» WHAT THIS TASK INVOLVES
Output a verbatim copy of the data, cut off after the line that contains "from relayset.results.serialize import".

(Excerpts from a dataset)
= Beginning of Section =
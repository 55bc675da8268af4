"""Line-parameter results: frozen dataclasses of every computed line quantity.

One model serves the console summary, the JSON export, the report templates and a later
recomputation check: none of them recomputes anything, they only read these objects (or the
dictionary from :meth:`StudyResults.to_dict`, whose keys carry their units).

Per-unit-length values are stored per metre (SI) and exported per km in JSON.
"""

from __future__ import annotations

import cmath
import math
from dataclasses import dataclass
from typing import Any

import numpy as np

from relayset.physics.longline import LongLineEquivalent
from relayset.results.deprecated import alias
from relayset.results.serialize import PER_KM, cplx, matrix, polar


@dataclass(frozen=True)
class K0:
    """Residual compensation factor k0 = (Z0 - Z1)/(3 Z1) in its three usual forms."""

    k0: complex
    kr: float  #: (R0 - R1)/(3 R1)
    kx: float  #: (X0 - X1)/(3 X1)
    z0_over_z1: complex

    def to_dict(self) -> dict[str, Any]:
        return {
            "k0": polar(self.k0),
            "k0_complex": cplx(self.k0),
            "kr": self.kr,
            "kx": self.kx,
            "z0_over_z1": polar(self.z0_over_z1),
        }


@dataclass(frozen=True)
class CircuitSequence:
    """Sequence quantities of one circuit (diagonal of its Z012; equal for any plan)."""

    circuit: str
    z1_ohm_per_m: complex
    z0_ohm_per_m: complex
    k0: K0
    c1_f_per_m: float
    c0_f_per_m: float
    b1_s_per_m: float  #: positive-sequence shunt susceptance
    charging_current_a_per_m: float  #: positive-sequence, at nominal voltage
    z1_ohm: complex
    z0_ohm: complex
    charging_current_a: float
    positive_long_line: LongLineEquivalent
    zero_long_line: LongLineEquivalent

    @property
    def line_angle_deg(self) -> float:
        return math.degrees(cmath.phase(self.z1_ohm_per_m))

    @property
    def long_line_correction_needed(self) -> bool:
        """True where the exact equivalent differs from the nominal by more than 1 %."""
        return (self.positive_long_line.series_correction_pct > 1.0
                or self.zero_long_line.series_correction_pct > 1.0)

    # Old name (relayset 0.2), one release.
    long_line_flag = alias("long_line_correction_needed", "long_line_flag")

    def to_dict(self) -> dict[str, Any]:
        p, z = self.positive_long_line, self.zero_long_line
        return {
            "circuit": self.circuit,
            "z1_ohm_per_km": cplx(self.z1_ohm_per_m, PER_KM),
            "z0_ohm_per_km": cplx(self.z0_ohm_per_m, PER_KM),
            "z0_over_z1_magnitude": abs(self.z0_ohm_per_m / self.z1_ohm_per_m),
            "line_angle_deg": self.line_angle_deg,
            "k0": self.k0.to_dict(),
            "c1_nf_per_km": self.c1_f_per_m * 1e12,
            "c0_nf_per_km": self.c0_f_per_m * 1e12,
            "b1_us_per_km": self.b1_s_per_m * PER_KM * 1e6,
            "charging_current_a_per_km": self.charging_current_a_per_m * PER_KM,
            "z1_ohm": cplx(self.z1_ohm),
            "z0_ohm": cplx(self.z0_ohm),
            "charging_current_a": self.charging_current_a,
            "surge_impedance_ohm": cplx(p.surge_impedance_ohm),
            "propagation_constant_per_km": cplx(p.propagation_per_m, PER_KM),
            "z1_exact_ohm": cplx(p.z_exact_ohm),
            "z0_exact_ohm": cplx(z.z_exact_ohm),
            "z1_exact_correction_pct": p.series_correction_pct,
            "z0_exact_correction_pct": z.series_correction_pct,
            "long_line_correction_needed": self.long_line_correction_needed,
        }



@dataclass(frozen=True)
class Arrangement:
    """Phase-domain and sequence matrices of the line for one transposition arrangement."""

    name: str  #: "untransposed", "actual_plan" or "ideal_cycle"
    description: str
    zabc_ohm_per_m: np.ndarray  #: (n, n), phase order (circuit 1 then circuit 2)
    yabc_s_per_m: np.ndarray  #: (n, n)
    z012_ohm_per_m: np.ndarray  #: (n, n) block-wise Fortescue transform (off-diagonals kept)
    unbalance_m0: tuple[complex, ...]  #: per circuit
    unbalance_m2: tuple[complex, ...]
    z0m_ohm_per_m: complex | None  #: zero-sequence mutual between circuits (double circuit)

    def to_dict(self) -> dict[str, Any]:
        d: dict[str, Any] = {
            "description": self.description,
            "zabc_ohm_per_km": matrix(self.zabc_ohm_per_m, PER_KM),
            "yabc_us_per_km": matrix(self.yabc_s_per_m, PER_KM * 1e6),
            "z012_ohm_per_km": matrix(self.z012_ohm_per_m, PER_KM),
            "unbalance_m0_pct": [100 * abs(m) for m in self.unbalance_m0],
            "unbalance_m2_pct": [100 * abs(m) for m in self.unbalance_m2],
        }
        if self.z0m_ohm_per_m is not None:
            d["z0m_ohm_per_km"] = cplx(self.z0m_ohm_per_m, PER_KM)
        return d


@dataclass(frozen=True)
class WirePosition:
    """Where one physical wire hangs in the cross-section (for drawings), SI."""

    role: str  #: "phase" or "shield"
    label: str  #: e.g. "circuit 1, position left, subconductor 2" or "shield wire EW1"
    position: str  #: phase position "circuit/position", or the shield wire's name
    x_m: float  #: horizontal offset from the tower centre line
    average_height_m: float  #: average height above ground, h - 2/3 sag
    diameter_m: float
    grounding: str | None  #: shield wires: continuous / segmented / none

    # Old name (relayset 0.2), one release.
    y_m = alias("average_height_m", "y_m")

    def to_dict(self) -> dict[str, Any]:
        return {"role": self.role, "label": self.label, "position": self.position,
                "x_m": self.x_m, "average_height_m": self.average_height_m,
                "diameter_mm": self.diameter_m * 1e3, "grounding": self.grounding}


@dataclass(frozen=True)
class CableSummary:
    """A cable section's construction as computed: which tower index it is, its bonding and
    the return paths assumed, and its sequence impedances (phases ideally transposed)."""

    name: str
    tower: int  #: index in LineParameters.tower_names
    bonding: str
    return_paths: str
    formation: str
    depth_m: float
    spacing_m: float
    length_m: float  #: total length of the sections on this cable
    z1_ohm_per_m: tuple[complex, ...]  #: per circuit
    z0_ohm_per_m: tuple[complex, ...]
    c1_f_per_m: tuple[float, ...]

    @property
    def z1_ohm(self) -> tuple[complex, ...]:
        """Per circuit, Z1 of all the sections on this cable [ohm]."""
        return tuple(z * self.length_m for z in self.z1_ohm_per_m)

    @property
    def z0_ohm(self) -> tuple[complex, ...]:
        """Per circuit, Z0 of all the sections on this cable [ohm]."""
        return tuple(z * self.length_m for z in self.z0_ohm_per_m)

    def to_dict(self) -> dict[str, Any]:
        return {"name": self.name, "bonding": self.bonding, "return_paths": self.return_paths,
                "formation": self.formation, "depth_m": self.depth_m,
                "spacing_m": self.spacing_m, "length_km": self.length_m / 1e3,
                "z1_ohm_per_km": [cplx(z, PER_KM) for z in self.z1_ohm_per_m],
                "z0_ohm_per_km": [cplx(z, PER_KM) for z in self.z0_ohm_per_m],
                "z1_ohm": [cplx(z) for z in self.z1_ohm],
                "z0_ohm": [cplx(z) for z in self.z0_ohm],
                "c1_nf_per_km": [c * 1e12 for c in self.c1_f_per_m]}


@dataclass(frozen=True)
class LineParameters:
    """Everything the line-parameter engine computed for one study."""

    length_m: float
    frequency_hz: float
    earth_resistivity_ohm_m: float
    earth_model: str
    v_nominal_v: float
    positions: tuple[str, ...]  #: tower position names, "circuit/position"
    phase_labels: tuple[tuple[str, str, str], ...]
    section_lengths_m: tuple[float, ...]
    section_orders: tuple[tuple[str, ...], ...]  #: phase label at each position, per section
    conductors: tuple[Any, ...]  #: ConductorData of each type used
    z_by_position_ohm_per_m: np.ndarray  #: (n, n) by position, shields and bundles reduced
    y_by_position_s_per_m: np.ndarray
    arrangements: dict[str, Arrangement]
    circuits: tuple[CircuitSequence, ...]
    k0m: complex | None  #: Z0M / (3 Z1) of the actual plan (double circuit)
    assumptions: tuple[str, ...]
    wires: tuple[WirePosition, ...] = ()  #: every wire of the (first section's) cross-section
    #: Sections on different towers ([towers.NAME]): the towers in order of first use, the
    #: tower of each section and each tower's matrices by position (the first is
    #: z_by_position). Empty: one cross-section over the whole line.
    tower_names: tuple[str, ...] = ()
    section_towers: tuple[int, ...] = ()
    z_by_tower_ohm_per_m: tuple[np.ndarray, ...] = ()
    y_by_tower_s_per_m: tuple[np.ndarray, ...] = ()
    #: A neighbouring line in a shared corridor
    #: (:class:`relayset.results.corridor.NeighbourParameters`), or None.
    neighbour: Any = None
    cables: tuple[CableSummary, ...] = ()  #: the cable sections' constructions
    #: Every neighbouring line and the corridor's matrices
    #: (:class:`relayset.results.corridor.CorridorParameters`; ``neighbour`` is its first).
    corridor: Any = None

    def cable_at(self, k: int) -> CableSummary | None:
        """The cable of tower index ``k`` (None: an overhead tower)."""
        return next((c for c in self.cables if c.tower == k), None)

    def tower_sequence(self, k: int) -> tuple[tuple[complex, complex], ...]:
        """Per circuit (Z1, Z0) [ohm/m] of tower k's cross-section, phases ideally
        transposed within it (the diagonal of its sequence matrix)."""
        from relayset.physics.sequence import to_sequence

        z = self.tower_matrices()[0][k]
        out = []
        for c in range(len(self.phase_labels)):
            z012 = to_sequence(z[3 * c:3 * c + 3, 3 * c:3 * c + 3])
            out.append((complex(z012[1, 1]), complex(z012[0, 0])))
        return tuple(out)

    def _section_tower(self, k: int) -> dict[str, Any]:
        if not self.tower_names:
            return {}
        t = self.section_towers[k]
        cable = self.cable_at(t)
        where = ({"tower": self.tower_names[t]} if cable is None
                 else {"cable": cable.name, "bonding": cable.bonding})
        return {**where,
                "z1_ohm_per_km": [cplx(z1, PER_KM) for z1, _ in self.tower_sequence(t)],
                "z0_ohm_per_km": [cplx(z0, PER_KM) for _, z0 in self.tower_sequence(t)]}

    def tower_matrices(self) -> tuple[tuple[np.ndarray, ...], tuple[np.ndarray, ...]]:
        """Series impedance and shunt admittance by position of each tower [ohm/m, S/m]."""
        if self.z_by_tower_ohm_per_m:
            return self.z_by_tower_ohm_per_m, self.y_by_tower_s_per_m
        return (self.z_by_position_ohm_per_m,), (self.y_by_position_s_per_m,)

    # Old names (relayset 0.2), one release.
    resistivity_ohm_m = alias("earth_resistivity_ohm_m", "resistivity_ohm_m")
    position_names = alias("positions", "position_names")
    z_position_ohm_per_m = alias("z_by_position_ohm_per_m", "z_position_ohm_per_m")
    y_position_s_per_m = alias("y_by_position_s_per_m", "y_position_s_per_m")

    def to_frame(self):
        """The parameters per circuit as a pandas DataFrame (per km, as the JSON)."""
        from relayset.frames import parameters_frame

        return parameters_frame(self)

    def to_dict(self) -> dict[str, Any]:
        return {
            "length_km": self.length_m / 1e3,
            "frequency_hz": self.frequency_hz,
            "earth_resistivity_ohm_m": self.earth_resistivity_ohm_m,
            "earth_model": self.earth_model,
            "nominal_voltage_kv": self.v_nominal_v / 1e3,
            "positions": list(self.positions),
            "phase_labels": [list(p) for p in self.phase_labels],
            "sections": [
                {"length_km": ln / 1e3, "order": list(o), **self._section_tower(k)}
                for k, (ln, o) in enumerate(zip(self.section_lengths_m, self.section_orders,
                                                strict=True))
            ],
            "conductors": [
                {
                    "name": c.name,
                    "description": c.description,
                    "r_ac_ohm_per_km": c.r_ac_ohm_per_m * PER_KM,
                    "gmr_mm": c.gmr_m * 1e3,
                    "outside_diameter_mm": 2e3 * c.radius_m,
                    "operating_temperature_c": c.operating_temperature_c,
                    "source": c.source,
                }
                for c in self.conductors
            ],
            "z_by_position_ohm_per_km": matrix(self.z_by_position_ohm_per_m, PER_KM),
            "circuits": [c.to_dict() for c in self.circuits],
            "k0m": None if self.k0m is None else polar(self.k0m),
            "arrangements": {k: a.to_dict() for k, a in self.arrangements.items()},
            "assumptions": list(self.assumptions),
            "wires": [w.to_dict() for w in self.wires],
            **({} if self.neighbour is None else {"neighbour": self.neighbour.to_dict()}),
            **({"neighbours": [nb.to_dict() for nb in self.corridor.neighbours]}
               if self.corridor is not None and len(self.corridor.neighbours) > 1 else {}),
            **({"cables": [c.to_dict() for c in self.cables]} if self.cables else {}),
        }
= End of Section =
» TASK OUTPUT
repository 55bc675da8268af4
"""Line-parameter results: frozen dataclasses of every computed line quantity.

One model serves the console summary, the JSON export, the report templates and a later
recomputation check: none of them recomputes anything, they only read these objects (or the
dictionary from :meth:`StudyResults.to_dict`, whose keys carry their units).

Per-unit-length values are stored per metre (SI) and exported per km in JSON.
"""

from __future__ import annotations

import cmath
import math
from dataclasses import dataclass
from typing import Any

import numpy as np

from relayset.physics.longline import LongLineEquivalent
from relayset.results.deprecated import alias
from relayset.results.serialize import PER_KM, cplx, matrix, polar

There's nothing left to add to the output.